[[ Data for this task open ]]

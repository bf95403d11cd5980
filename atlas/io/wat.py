"""Dispersion from ``WATn_nnn`` header cards, a published FITS header convention for spectra.

The convention (from the published description of the ``WAT`` world coordinate
attributes; details below from memory of that document):

* The attribute string of axis ``n`` is the concatenation of the string values of
  ``WATn_001``, ``WATn_002``, ... in order, each card holding exactly 68
  characters of it (so a piece may end in a space that a FITS reader trims; we
  pad every piece but the last back to 68 characters).
* It holds ``key=value`` pairs, a value with spaces in double quotes:
  ``WAT0_001 = 'system=multispec'``, ``WAT1_001 = 'wtype=multispec label=Wavelength
  units=angstroms'``, ``WAT2_001 = 'wtype=multispec spec1 = "..." spec2 = "..."'``.
* ``specN`` (one per image line N, in physical lines) is
  ``ap beam dtype w1 dw nw z aplow aphigh [function terms]`` with ``dtype`` 0
  (linear: ``w = w1 + dw (p - 1)``), 1 (log-linear: ``w = 10**(w1 + dw (p - 1))``) or
  2 (non-linear: ``w = sum_i wt_i (w0_i + W_i(p))``), each divided by ``1 + z``;
  ``p`` is the physical pixel (1 = first), ``nw`` the number of valid pixels.
* A non-linear term is ``wt w0 ftype`` and its parameters: ``ftype`` 1 Chebyshev
  or 2 Legendre (``order pmin pmax c1 .. c_order``, argument
  ``n = (2p - (pmax + pmin)) / (pmax - pmin)``), 3 cubic spline
  (``npieces pmin pmax`` and ``npieces + 3`` coefficients) or 4 linear spline
  (``npieces pmin pmax`` and ``npieces + 1`` coefficients), both over
  ``s = (p - pmin) / (pmax - pmin) * npieces``.  Types 5 and 6 (pixel and sampled
  tables) are refused.

Everything here raises ``InputError(path, reason)`` for a bad string.
"""

from __future__ import annotations

import re

import numpy as np

from atlas.errors import InputError

#: Characters of the attribute string held by each WATn_nnn card.
WAT_CARD_CHARS = 68

_PAIR_RE = re.compile(r'([A-Za-z_][A-Za-z0-9_]*)\s*=\s*(?:"([^"]*)"|(\S+))')
_DTYPES = {0: "linear", 1: "log-linear", 2: "non-linear"}
_FTYPES = {1: "Chebyshev", 2: "Legendre", 3: "cubic spline", 4: "linear spline"}


def wat_string(header, axis: int) -> str | None:
    """The joined attribute string of ``WAT<axis>_nnn`` cards, or None when there are none."""
    pat = re.compile(rf"^WAT{axis}_(\d{{3}})$")
    keys = sorted((k for k in header if pat.match(k)), key=lambda k: int(pat.match(k).group(1)))
    if not keys:
        return None
    pieces = [str(header[k]) for k in keys]
    return "".join(p.ljust(WAT_CARD_CHARS) for p in pieces[:-1]) + pieces[-1]


def attributes(text: str | None) -> dict[str, str]:
    """``key=value`` pairs of an attribute string (quoted values unquoted), keys lower-case."""
    if not text:
        return {}
    return {
        m.group(1).lower(): (m.group(2) if m.group(2) is not None else m.group(3))
        for m in _PAIR_RE.finditer(text)
    }


def _numbers(text: str, path, what: str) -> list[float]:
    try:
        return [float(t.replace("D", "E").replace("d", "e")) for t in text.split()]
    except ValueError:
        raise InputError(path, f"{what}: not numbers ({text[:60]!r})") from None


def spec_line(text: str, path, what: str) -> dict:
    """The fields of one ``specN`` value: aperture, beam, dtype, w1, dw, nw, z and terms."""
    v = _numbers(text, path, what)
    if len(v) < 9:
        raise InputError(path, f"{what}: {len(v)} values, the convention needs at least 9")
    dtype = int(v[2])
    if dtype not in _DTYPES:
        raise InputError(path, f"{what}: dispersion type {v[2]:g} is not 0, 1 or 2")
    return {
        "aperture": int(v[0]),
        "beam": int(v[1]),
        "dtype": dtype,
        "w1": v[3],
        "dw": v[4],
        "nw": int(v[5]),
        "z": v[6],
        "terms": v[9:],
    }


def _term(rest: list[float], path, what: str):
    """One non-linear term from the front of ``rest``: (wt, w0, ftype, params, remaining)."""
    if len(rest) < 6:
        raise InputError(path, f"{what}: incomplete non-linear term")
    wt, w0, ftype = rest[0], rest[1], int(rest[2])
    if ftype not in _FTYPES:
        raise InputError(
            path, f"{what}: dispersion function type {rest[2]:g} is not supported (only 1-4)"
        )
    size = int(rest[3])
    ncoef = size if ftype in (1, 2) else size + 3 if ftype == 3 else size + 1
    if size < 1 or len(rest) < 6 + ncoef:
        raise InputError(path, f"{what}: {_FTYPES[ftype]} term needs {ncoef} coefficients")
    params = rest[3 : 6 + ncoef]
    return wt, w0, ftype, params, rest[6 + ncoef :]


def function_value(ftype: int, params, p) -> np.ndarray:
    """One dispersion function W(p) of type 1-4 at physical pixels ``p``."""
    from numpy.polynomial import chebyshev, legendre
    from scipy.interpolate import BSpline

    size, pmin, pmax, coef = int(params[0]), params[1], params[2], np.asarray(params[3:])
    p = np.asarray(p, dtype=np.float64)
    if ftype in (1, 2):
        n = (2.0 * p - (pmax + pmin)) / (pmax - pmin)
        return (chebyshev.chebval if ftype == 1 else legendre.legval)(n, coef)
    s = (p - pmin) / (pmax - pmin) * size
    if ftype == 3:
        # uniform cubic B-splines on knots -3..size+3; the convention's basis is 6 x B-spline
        knots = np.arange(-3.0, size + 4.0)
        return 6.0 * BSpline(knots, coef, 3, extrapolate=True)(s)
    j = np.clip(np.floor(s), 0, size - 1).astype(int)
    b = s - j
    return (1.0 - b) * coef[j] + b * coef[j + 1]


def dispersion(spec: dict, p, path, what: str) -> np.ndarray:
    """Wavelengths (in the file's unit) of one ``specN`` at physical pixels ``p``."""
    p = np.asarray(p, dtype=np.float64)
    if spec["dtype"] == 0:
        w = spec["w1"] + spec["dw"] * (p - 1.0)
    elif spec["dtype"] == 1:
        w = 10.0 ** (spec["w1"] + spec["dw"] * (p - 1.0))
    else:
        rest, w = list(spec["terms"]), np.zeros_like(p)
        if not rest:
            raise InputError(path, f"{what}: non-linear dispersion without a function")
        while rest:
            wt, w0, ftype, params, rest = _term(rest, path, what)
            if params[2] == params[1]:
                raise InputError(path, f"{what}: pmin equals pmax")
            w = w + wt * (w0 + function_value(ftype, params, p))
    return w / (1.0 + spec["z"])


def describe(spec: dict) -> str:
    """A short text for a spec line's dispersion type (for notes)."""
    return _DTYPES[spec["dtype"]]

[[ Data for this task closed ]]

Your assignment. Would you give the data above again, exactly as written?

Exercise result.
repository bf95403d11cd5980
filename atlas/io/wat.py
"""Dispersion from ``WATn_nnn`` header cards, a published FITS header convention for spectra.

The convention (from the published description of the ``WAT`` world coordinate
attributes; details below from memory of that document):

* The attribute string of axis ``n`` is the concatenation of the string values of
  ``WATn_001``, ``WATn_002``, ... in order, each card holding exactly 68
  characters of it (so a piece may end in a space that a FITS reader trims; we
  pad every piece but the last back to 68 characters).
* It holds ``key=value`` pairs, a value with spaces in double quotes:
  ``WAT0_001 = 'system=multispec'``, ``WAT1_001 = 'wtype=multispec label=Wavelength
  units=angstroms'``, ``WAT2_001 = 'wtype=multispec spec1 = "..." spec2 = "..."'``.
* ``specN`` (one per image line N, in physical lines) is
  ``ap beam dtype w1 dw nw z aplow aphigh [function terms]`` with ``dtype`` 0
  (linear: ``w = w1 + dw (p - 1)``), 1 (log-linear: ``w = 10**(w1 + dw (p - 1))``) or
  2 (non-linear: ``w = sum_i wt_i (w0_i + W_i(p))``), each divided by ``1 + z``;
  ``p`` is the physical pixel (1 = first), ``nw`` the number of valid pixels.
* A non-linear term is ``wt w0 ftype`` and its parameters: ``ftype`` 1 Chebyshev
  or 2 Legendre (``order pmin pmax c1 .. c_order``, argument
  ``n = (2p - (pmax + pmin)) / (pmax - pmin)``), 3 cubic spline
  (``npieces pmin pmax`` and ``npieces + 3`` coefficients) or 4 linear spline
  (``npieces pmin pmax`` and ``npieces + 1`` coefficients), both over
  ``s = (p - pmin) / (pmax - pmin) * npieces``.  Types 5 and 6 (pixel and sampled
  tables) are refused.

Everything here raises ``InputError(path, reason)`` for a bad string.
"""

from __future__ import annotations

import re

import numpy as np

from atlas.errors import InputError

#: Characters of the attribute string held by each WATn_nnn card.
WAT_CARD_CHARS = 68

_PAIR_RE = re.compile(r'([A-Za-z_][A-Za-z0-9_]*)\s*=\s*(?:"([^"]*)"|(\S+))')
_DTYPES = {0: "linear", 1: "log-linear", 2: "non-linear"}
_FTYPES = {1: "Chebyshev", 2: "Legendre", 3: "cubic spline", 4: "linear spline"}


def wat_string(header, axis: int) -> str | None:
    """The joined attribute string of ``WAT<axis>_nnn`` cards, or None when there are none."""
    pat = re.compile(rf"^WAT{axis}_(\d{{3}})$")
    keys = sorted((k for k in header if pat.match(k)), key=lambda k: int(pat.match(k).group(1)))
    if not keys:
        return None
    pieces = [str(header[k]) for k in keys]
    return "".join(p.ljust(WAT_CARD_CHARS) for p in pieces[:-1]) + pieces[-1]


def attributes(text: str | None) -> dict[str, str]:
    """``key=value`` pairs of an attribute string (quoted values unquoted), keys lower-case."""
    if not text:
        return {}
    return {
        m.group(1).lower(): (m.group(2) if m.group(2) is not None else m.group(3))
        for m in _PAIR_RE.finditer(text)
    }


def _numbers(text: str, path, what: str) -> list[float]:
    try:
        return [float(t.replace("D", "E").replace("d", "e")) for t in text.split()]
    except ValueError:
        raise InputError(path, f"{what}: not numbers ({text[:60]!r})") from None


def spec_line(text: str, path, what: str) -> dict:
    """The fields of one ``specN`` value: aperture, beam, dtype, w1, dw, nw, z and terms."""
    v = _numbers(text, path, what)
    if len(v) < 9:
        raise InputError(path, f"{what}: {len(v)} values, the convention needs at least 9")
    dtype = int(v[2])
    if dtype not in _DTYPES:
        raise InputError(path, f"{what}: dispersion type {v[2]:g} is not 0, 1 or 2")
    return {
        "aperture": int(v[0]),
        "beam": int(v[1]),
        "dtype": dtype,
        "w1": v[3],
        "dw": v[4],
        "nw": int(v[5]),
        "z": v[6],
        "terms": v[9:],
    }


def _term(rest: list[float], path, what: str):
    """One non-linear term from the front of ``rest``: (wt, w0, ftype, params, remaining)."""
    if len(rest) < 6:
        raise InputError(path, f"{what}: incomplete non-linear term")
    wt, w0, ftype = rest[0], rest[1], int(rest[2])
    if ftype not in _FTYPES:
        raise InputError(
            path, f"{what}: dispersion function type {rest[2]:g} is not supported (only 1-4)"
        )
    size = int(rest[3])
    ncoef = size if ftype in (1, 2) else size + 3 if ftype == 3 else size + 1
    if size < 1 or len(rest) < 6 + ncoef:
        raise InputError(path, f"{what}: {_FTYPES[ftype]} term needs {ncoef} coefficients")
    params = rest[3 : 6 + ncoef]
    return wt, w0, ftype, params, rest[6 + ncoef :]


def function_value(ftype: int, params, p) -> np.ndarray:
    """One dispersion function W(p) of type 1-4 at physical pixels ``p``."""
    from numpy.polynomial import chebyshev, legendre
    from scipy.interpolate import BSpline

    size, pmin, pmax, coef = int(params[0]), params[1], params[2], np.asarray(params[3:])
    p = np.asarray(p, dtype=np.float64)
    if ftype in (1, 2):
        n = (2.0 * p - (pmax + pmin)) / (pmax - pmin)
        return (chebyshev.chebval if ftype == 1 else legendre.legval)(n, coef)
    s = (p - pmin) / (pmax - pmin) * size
    if ftype == 3:
        # uniform cubic B-splines on knots -3..size+3; the convention's basis is 6 x B-spline
        knots = np.arange(-3.0, size + 4.0)
        return 6.0 * BSpline(knots, coef, 3, extrapolate=True)(s)
    j = np.clip(np.floor(s), 0, size - 1).astype(int)
    b = s - j
    return (1.0 - b) * coef[j] + b * coef[j + 1]


def dispersion(spec: dict, p, path, what: str) -> np.ndarray:
    """Wavelengths (in the file's unit) of one ``specN`` at physical pixels ``p``."""
    p = np.asarray(p, dtype=np.float64)
    if spec["dtype"] == 0:
        w = spec["w1"] + spec["dw"] * (p - 1.0)
    elif spec["dtype"] == 1:
        w = 10.0 ** (spec["w1"] + spec["dw"] * (p - 1.0))
    else:
        rest, w = list(spec["terms"]), np.zeros_like(p)
        if not rest:
            raise InputError(path, f"{what}: non-linear dispersion without a function")
        while rest:
            wt, w0, ftype, params, rest = _term(rest, path, what)
            if params[2] == params[1]:
                raise InputError(path, f"{what}: pmin equals pmax")
            w = w + wt * (w0 + function_value(ftype, params, p))
    return w / (1.0 + spec["z"])


def describe(spec: dict) -> str:
    """A short text for a spec line's dispersion type (for notes)."""
    return _DTYPES[spec["dtype"]]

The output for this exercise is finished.